> _Required work_: Every record below needs to be retyped exactly as it appears.

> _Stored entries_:
****************

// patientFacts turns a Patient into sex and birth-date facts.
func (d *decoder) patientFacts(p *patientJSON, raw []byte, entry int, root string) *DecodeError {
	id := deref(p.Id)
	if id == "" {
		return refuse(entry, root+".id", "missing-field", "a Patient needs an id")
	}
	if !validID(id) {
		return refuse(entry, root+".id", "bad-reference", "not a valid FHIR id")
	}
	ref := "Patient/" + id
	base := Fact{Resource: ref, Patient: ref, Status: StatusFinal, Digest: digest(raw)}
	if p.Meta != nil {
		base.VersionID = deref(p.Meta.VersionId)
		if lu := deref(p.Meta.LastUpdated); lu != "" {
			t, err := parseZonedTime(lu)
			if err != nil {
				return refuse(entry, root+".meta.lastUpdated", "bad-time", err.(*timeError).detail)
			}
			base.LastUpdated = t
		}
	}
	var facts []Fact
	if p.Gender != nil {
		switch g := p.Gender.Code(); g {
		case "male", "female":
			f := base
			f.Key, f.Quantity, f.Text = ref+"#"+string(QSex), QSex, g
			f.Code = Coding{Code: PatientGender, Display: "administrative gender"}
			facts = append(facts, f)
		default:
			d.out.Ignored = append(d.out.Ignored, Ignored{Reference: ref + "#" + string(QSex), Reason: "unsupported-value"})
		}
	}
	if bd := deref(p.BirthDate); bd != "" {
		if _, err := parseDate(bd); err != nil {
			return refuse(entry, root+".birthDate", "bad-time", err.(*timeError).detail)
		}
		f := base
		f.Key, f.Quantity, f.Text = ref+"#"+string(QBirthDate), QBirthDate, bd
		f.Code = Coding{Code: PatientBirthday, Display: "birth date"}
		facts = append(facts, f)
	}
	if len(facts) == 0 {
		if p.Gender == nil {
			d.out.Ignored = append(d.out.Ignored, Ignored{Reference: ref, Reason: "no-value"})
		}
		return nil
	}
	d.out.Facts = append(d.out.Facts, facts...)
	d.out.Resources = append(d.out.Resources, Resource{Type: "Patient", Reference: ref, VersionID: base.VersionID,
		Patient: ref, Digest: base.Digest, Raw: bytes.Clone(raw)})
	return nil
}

****************

> _Exercise output_:
// patientFacts turns a Patient into sex and birth-date facts.
func (d *decoder) patientFacts(p *patientJSON, raw []byte, entry int, root string) *DecodeError {
	id := deref(p.Id)
	if id == "" {
		return refuse(entry, root+".id", "missing-field", "a Patient needs an id")
	}
	if !validID(id) {
		return refuse(entry, root+".id", "bad-reference", "not a valid FHIR id")
	}
	ref := "Patient/" + id
	base := Fact{Resource: ref, Patient: ref, Status: StatusFinal, Digest: digest(raw)}
	if p.Meta != nil {
		base.VersionID = deref(p.Meta.VersionId)
		if lu := deref(p.Meta.LastUpdated); lu != "" {
			t, err := parseZonedTime(lu)
			if err != nil {
				return refuse(entry, root+".meta.lastUpdated", "bad-time", err.(*timeError).detail)
			}
			base.LastUpdated = t
		}
	}
	var facts []Fact
	if p.Gender != nil {
		switch g := p.Gender.Code(); g {
		case "male", "female":
			f := base
			f.Key, f.Quantity, f.Text = ref+"#"+string(QSex), QSex, g
			f.Code = Coding{Code: PatientGender, Display: "administrative gender"}
			facts = append(facts, f)
		default:
			d.out.Ignored = append(d.out.Ignored, Ignored{Reference: ref + "#" + string(QSex), Reason: "unsupported-value"})
		}
	}
	if bd := deref(p.BirthDate); bd != "" {
		if _, err := parseDate(bd); err != nil {
			return refuse(entry, root+".birthDate", "bad-time", err.(*timeError).detail)
		}
		f := base
		f.Key, f.Quantity, f.Text = ref+"#"+string(QBirthDate), QBirthDate, bd
		f.Code = Coding{Code: PatientBirthday, Display: "birth date"}
		facts = append(facts, f)
	}
	if len(facts) == 0 {
		if p.Gender == nil {
			d.out.Ignored = append(d.out.Ignored, Ignored{Reference: ref, Reason: "no-value"})
		}
		return nil
	}
	d.out.Facts = append(d.out.Facts, facts...)
	d.out.Resources = append(d.out.Resources, Resource{Type: "Patient", Reference: ref, VersionID: base.VersionID,
		Patient: ref, Digest: base.Digest, Raw: bytes.Clone(raw)})
	return nil
}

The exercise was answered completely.